● 伝えたいことのズレその3
前回の記事では、SNS上で起きたいざこざについて私なりに問題点を考えて解説をしていました。
その記事でも述べたように「相手の感性を尊重しつつ、後々に語りあう際により作品を楽しめるようになる」ということならば、布教の際にできる限り情報を絞りフラットな視点を維持したまま見てもらうのが最適解です。
今回問題になった解釈や思いを強く乗せた布教は、どちらかというのなら意思の統一というか、相手を自分の配下として意見を広めるのに役立つでしょう。
もしくは、これも前回の記事で述べていますが、作品を通して得た感想は一種の「作品」であり、自己表現とも言えます。
自己表現=自分を相手に受け入れてもらいたいというのは、ある種人間の根源に近い欲求でありだからこそ事細かに丁寧に、本筋との合致は別として「自らの解釈が過不足なく伝わる」ためにネタバレも厭わず解釈も混ぜ込んで伝えようとしてしまうのではないかと私は思うのです。

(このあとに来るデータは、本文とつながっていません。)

import { flushPromises } from '@vue/test-utils';
import { afterEach, beforeEach, describe, expect, it, vi } from 'vitest';

import type { Account } from '#shared/contracts/account.ts';
import type { Role } from '#shared/contracts/roles.ts';
import type { SpecSummary } from '#shared/contracts/spec.ts';
import SpecListPage from '#src/pages/specs/SpecListPage.vue';
import { usePreferencesStore } from '#src/stores/preferences.ts';
import { useSessionStore } from '#src/stores/session.ts';
import { useTeamStore } from '#src/stores/team.ts';
import { allByRole, byRole, fieldNamed, textOf, typeInto } from '#tests/support/by-role.ts';
import { anId } from '#tests/support/builders.ts';
import { type FakeAnswer, type SentRequest, aProblem, fakeApi } from '#tests/support/fake-api.ts';
import { mountPage } from '#tests/support/mount-app.ts';

const TEAM = anId(7);

function aSummary(over: Partial<SpecSummary> = {}): SpecSummary {
  return {
    id: anId(20),
    revision: 3,
    familyId: anId(21),
    name: 'Harbour Sour',
    variantName: null,
    latestVersion: { id: anId(22), number: 4, state: 'on trial' },
    lockedVersion: null,
    headline: { finalMl: 118.294118, abvFraction: 0.1834, sugarGPerL: 71.26, acidCitricGPerL: 8.44 },
    updatedAt: '2026-11-20T12:00:00.000Z',
    updatedBy: { id: anId(1), name: 'Developer' },
    retiredAt: null,
    ...over,
  };
}

function account(roles: Role[]): Account {
  return {
    id: anId(1),
    email: 'developer@example.test',
    name: 'Developer',
    teams: [{ teamId: TEAM, teamName: 'The Gannet Room', roles }],
  };
}

const page = (items: SpecSummary[], nextCursor: string | null = null): FakeAnswer => ({
  status: 200,
  body: { items, nextCursor },
});

let unmount = () => {};
beforeEach(() => localStorage.clear());
afterEach(() => {
  unmount();
  vi.unstubAllGlobals();
});

async function openList(
  answer: (sent: SentRequest) => FakeAnswer,
  options: { path?: string; roles?: Role[] } = {},
) {
  const sent = fakeApi((request) => {
    if (request.path === '/auth/me') return { status: 200, body: account(options.roles ?? ['developer']) };
    if (request.path === `/teams/${TEAM}`) return aProblem('unavailable', 503);
    return answer(request);
  });
  const mounted = await mountPage({
    page: SpecListPage,
    props: { teamId: TEAM },
    path: options.path ?? '/page',
    prepare: async () => {
      await useSessionStore().ensure();
      await useTeamStore().open(TEAM);
    },
  });
  unmount = mounted.unmount;
  return { router: mounted.router, sent: () => sent.filter(({ path }) => path.includes('/specs')) };
}

describe('the list of specs', () => {
  it('shows the headline figures of the newest version, in the chosen unit', async () => {
    await openList(() => page([aSummary()]));
    const row = byRole(document.body, 'row', /Harbour Sour/);
    expect(textOf(row)).toMatch(/on trial/);
    expect(textOf(row)).toMatch(/118\sml/);
    expect(textOf(row)).toMatch(/18\.3\s%/);
    expect(textOf(row)).toMatch(/71\.3\sg\/L/);
    expect(textOf(row)).toMatch(/8\.4\sg\/L/);

    // 118.294118 mL are 4.000 US fluid ounces of 29.5735295625 mL (NIST Handbook 44, appendix C).
    usePreferencesStore().setVolumeUnit('oz');
    await flushPromises();
    expect(textOf(row)).toMatch(/\b4(\.0+)?\soz/);
  });

  it('shows a spec without a version without inventing figures', async () => {
    await openList(() => page([aSummary({ latestVersion: null, headline: null })]));
    const words = textOf(byRole(document.body, 'row', /Harbour Sour/));
    expect(words).toContain('none saved yet');
    expect(words).not.toMatch(/\d\s?(ml|%|g\/L)/);
  });

  it('that failed is not an empty list, and can be tried again', async () => {
    let isDown = true;
    await openList(() => (isDown ? aProblem('internal', 500) : page([aSummary()])));
    expect(textOf(byRole(document.body, 'alert'))).toContain('title of internal');
    expect(textOf(document.body)).not.toMatch(/No specs yet|No spec fits/);
    isDown = false;
    byRole(document.body, 'button', 'Try again').click();
    await flushPromises();
    byRole(document.body, 'link', 'Harbour Sour');
  });

  it('with nothing in it invites a developer to begin, and tells a bartender who does', async () => {
    await openList(() => page([]));
    byRole(document.body, 'heading', 'No specs yet');
    expect(allByRole(document.body, 'button', 'New spec')).toHaveLength(2);
    unmount();

    await openList(() => page([]), { roles: ['bartender'] });
    byRole(document.body, 'heading', 'No specs yet');
    expect(allByRole(document.body, 'button', 'New spec')).toHaveLength(0);
  });

  it('filtered to nothing is told from an empty one, and the filter can be cleared', async () => {
    const { router } = await openList(({ path }) => page(path.includes('search=') ? [] : [aSummary()]), {
      path: '/page?search=nothing&sort=name',
    });
    byRole(document.body, 'heading', 'No spec fits');
    byRole(document.body, 'button', 'Clear the filter').click();
    await flushPromises();
    byRole(document.body, 'link', 'Harbour Sour');
    expect(router.currentRoute.value.query).toEqual({ sort: 'name' });
  });

  it('loads the next page by its cursor and adds it', async () => {
    const second = aSummary({ id: anId(30), name: 'Low Tide' });
    const { sent } = await openList(({ path }) =>
      path.includes('cursor=c2') ? page([second]) : page([aSummary()], 'c2'),
    );
    byRole(document.body, 'button', 'Load more').click();
    await flushPromises();
    expect(sent()).toHaveLength(2);
    expect(allByRole(document.body, 'link').map(textOf)).toEqual(['Harbour Sour', 'Low Tide']);
    expect(allByRole(document.body, 'button', 'Load more')).toHaveLength(0);
  });

  it('keeps the rows it has when the next page fails', async () => {
    await openList(({ path }) => (path.includes('cursor=') ? 'no network' : page([aSummary()], 'c2')));
    byRole(document.body, 'button', 'Load more').click();
    await flushPromises();
    byRole(document.body, 'link', 'Harbour Sour');
    byRole(document.body, 'alert');
  });

  it('searches once after a pause in typing', async () => {
    vi.useFakeTimers({ shouldAdvanceTime: false });
    try {
      const { sent } = await openList(() => page([aSummary()]));
      for (const typed of ['h', 'hu', 'hus', 'husk']) {
        typeInto(fieldNamed(document.body, 'Search by name'), typed);
        await vi.advanceTimersByTimeAsync(100);
      }
      expect(sent()).toHaveLength(1);
      await vi.advanceTimersByTimeAsync(300);
      await flushPromises();
      expect(sent()).toHaveLength(2);
      expect(sent()[1]?.path).toContain('search=husk');
    } finally {
      vi.useRealTimers();
    }
  });
});

describe('a new spec', () => {
  it('needs a name, then goes to the bench', async () => {
    const { sent, router } = await openList(({ method }) =>
      method === 'POST' ? { status: 201, body: aSummary({ id: anId(40) }) } : page([aSummary()]),
    );
    byRole(document.body, 'button', 'New spec').click();
    await flushPromises();
    byRole(document.body, 'button', 'To the bench').click();
    await flushPromises();
    expect(fieldNamed(document.body, 'Name of the drink').getAttribute('aria-invalid')).toBe('true');

    typeInto(fieldNamed(document.body, 'Name of the drink'), ' Low Tide ');
    byRole(document.body, 'button', 'To the bench').click();
    await flushPromises();
    expect(sent().at(-1)).toMatchObject({ method: 'POST', body: { name: 'Low Tide', description: '' } });
    expect(router.currentRoute.value).toMatchObject({ name: 'spec', params: { teamId: TEAM } });
  });
});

これはあくまで私自身の心情に合わせた解釈であることは断りを入れておきます。
私自身もネタバレを含めて情報量多く人に紹介することはあります。
それを自分なりに分析してみるとまず一つには「恐らく相手が紹介した作品を見ることがない」と判断した時です。
つまり、どうせ見ないだろうから細かく伝えた方が「自分がどう感動したか」を伝える方向に切り替えているんですね。
そう考えると、ネタバレ込みの紹介をしている時の私のゴールは「こういう感想を持っている自分を理解してもらいたい」という事になっているのです。
何かの良さを伝えるコミュニケーションで「相手の楽しみを尊重する」ことがゴールなのか「自分の思いを伝える」ことがゴールなのか、この「相手」と「自分」のどちらを重視するかで行動が変わる。
これは頭に入れておいた方が良いと思います。
ちなみにこの「相手」と「自分」の重視するもによる違いはプレゼンを受けた側にもあるにはあります。
もしゴールが「後々他の人とも問題になりそうな行動の矯正」であるならアプローチは違ったでしょう。
そこまでする意味があるのかというと話はまた別になりますが。
この辺りは過去の記事に書いたように「そこにこだわっても仕方がない」と思って流すのが最適なような気がしています。
私自身、何かを布教しようとしている時に勢い余ってネタバレを混ぜてしまいそうになることが良くありますし、ある意味グラデーションのようにどちらかだけという状況はありません。
ある意味その建前と本音の狭間で揺れるのが日本人にありがちなことだと思います。
自分を歪めてまで相手を尊重するのは良くないですが、何かを布教するにあたり「自分が語って気持ちよくなりたいのか」「相手にその人自身の視点で楽しんでもらいたいのか」を考えてみるのは大事なことだと思います。